Dataset content:
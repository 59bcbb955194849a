package eiv_test

import (
	"math"
	"testing"

	"eivfit/eiv"
	"eivfit/eiv/reftest"
)

type smPredict struct {
	Params  []float64 `json:"params"`
	BSE     []float64 `json:"bse"`
	Mean    []float64 `json:"mean"`
	MeanSE  []float64 `json:"mean_se"`
	CILower []float64 `json:"ci_lower"`
	CIUpper []float64 `json:"ci_upper"`
}

// Predictions at x0 against statsmodels' get_prediction (Debian
// python3-statsmodels): OLS mean with its t interval, and York with σx = 0
// against WLS with the covariance fixed by the stated σy (cov_type "fixed
// scale"). Both are closed forms in double precision: 1e-10 relative.
func TestPredictionsAgainstStatsmodels(t *testing.T) {
	py := reftest.Python(t, "statsmodels.api", "numpy")
	d := readRef(t, "ref/nist-norris.csv")
	at := []float64{0, 100, 555.5, 1000}
	var ref smPredict
	reftest.Run(t, py, reftest.Script(t, "ref_statsmodels.py"),
		map[string]any{"task": "predict", "x": d["x"], "y": d["y"], "sy": nil, "at": at, "confidence": 0.95}, &ref)
	f := must(t)(eiv.OLS(d["x"], d["y"], nil))
	for i, x0 := range at {
		p := f.At(x0)
		near(t, "ols ŷ", p.Y.Value, ref.Mean[i], 1e-10)
		near(t, "ols se(ŷ)", p.Y.SE, ref.MeanSE[i], 1e-10)
		near(t, "ols lower", p.Y.CI.Lower, ref.CILower[i], 1e-10)
		near(t, "ols upper", p.Y.CI.Upper, ref.CIUpper[i], 1e-10)
		near(t, "ols bias", p.Bias.Value, ref.Mean[i]-x0, 1e-10)
	}

	w := readRef(t, "ref/iso28037-ex2-wls-unequal.csv")
	at = []float64{0, 3.5, 10}
	reftest.Run(t, py, reftest.Script(t, "ref_statsmodels.py"),
		map[string]any{"task": "predict", "x": w["x"], "y": w["y"], "sy": w["u_y"], "at": at, "confidence": 0.95}, &ref)
	y := must(t)(eiv.York(w["x"], w["y"], make([]float64, len(w["x"])), w["u_y"], nil, nil))
	near(t, "wls a", y.Intercept.Value, ref.Params[0], 1e-10)
	near(t, "wls se(a)", y.Intercept.SE, ref.BSE[0], 1e-10)
	for i, x0 := range at {
		p := y.At(x0)
		near(t, "york ŷ", p.Y.Value, ref.Mean[i], 1e-10)
		near(t, "york se(ŷ)", p.Y.SE, ref.MeanSE[i], 1e-10)
	}
}

// ISO/TS 28037:2010 §6.3 example 1 (testdata/ref/iso28037-ex1-wls-equal.csv):
// the forward evaluation at x = 3.5 gives u(y) = 0.406409531732455 without the
// new point's own uncertainty (the file's library value, "not a published
// one"): that is the line's SE at 3.5 combined with u(x2) = 0.2 through the
// slope, √(se(ŷ)² + b²·0.2²).
func TestPredictionISOForward(t *testing.T) {
	d := readRef(t, "ref/iso28037-ex1-wls-equal.csv")
	f := must(t)(eiv.York(d["x"], d["y"], make([]float64, len(d["x"])), d["u_y"], nil, nil))
	p := f.At(3.5)
	near(t, "y(3.5)", p.Y.Value, 8.01666666666667, 1e-12)
	u := math.Sqrt(p.Y.SE*p.Y.SE + f.Slope.Value*f.Slope.Value*0.2*0.2)
	near(t, "u(y(3.5))", u, 0.406409531732455, 1e-12)
}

What you have to do:
Each line that includes the word "confidence" counts once; report how many such lines the entries have, and nothing else.

Expected answer:
2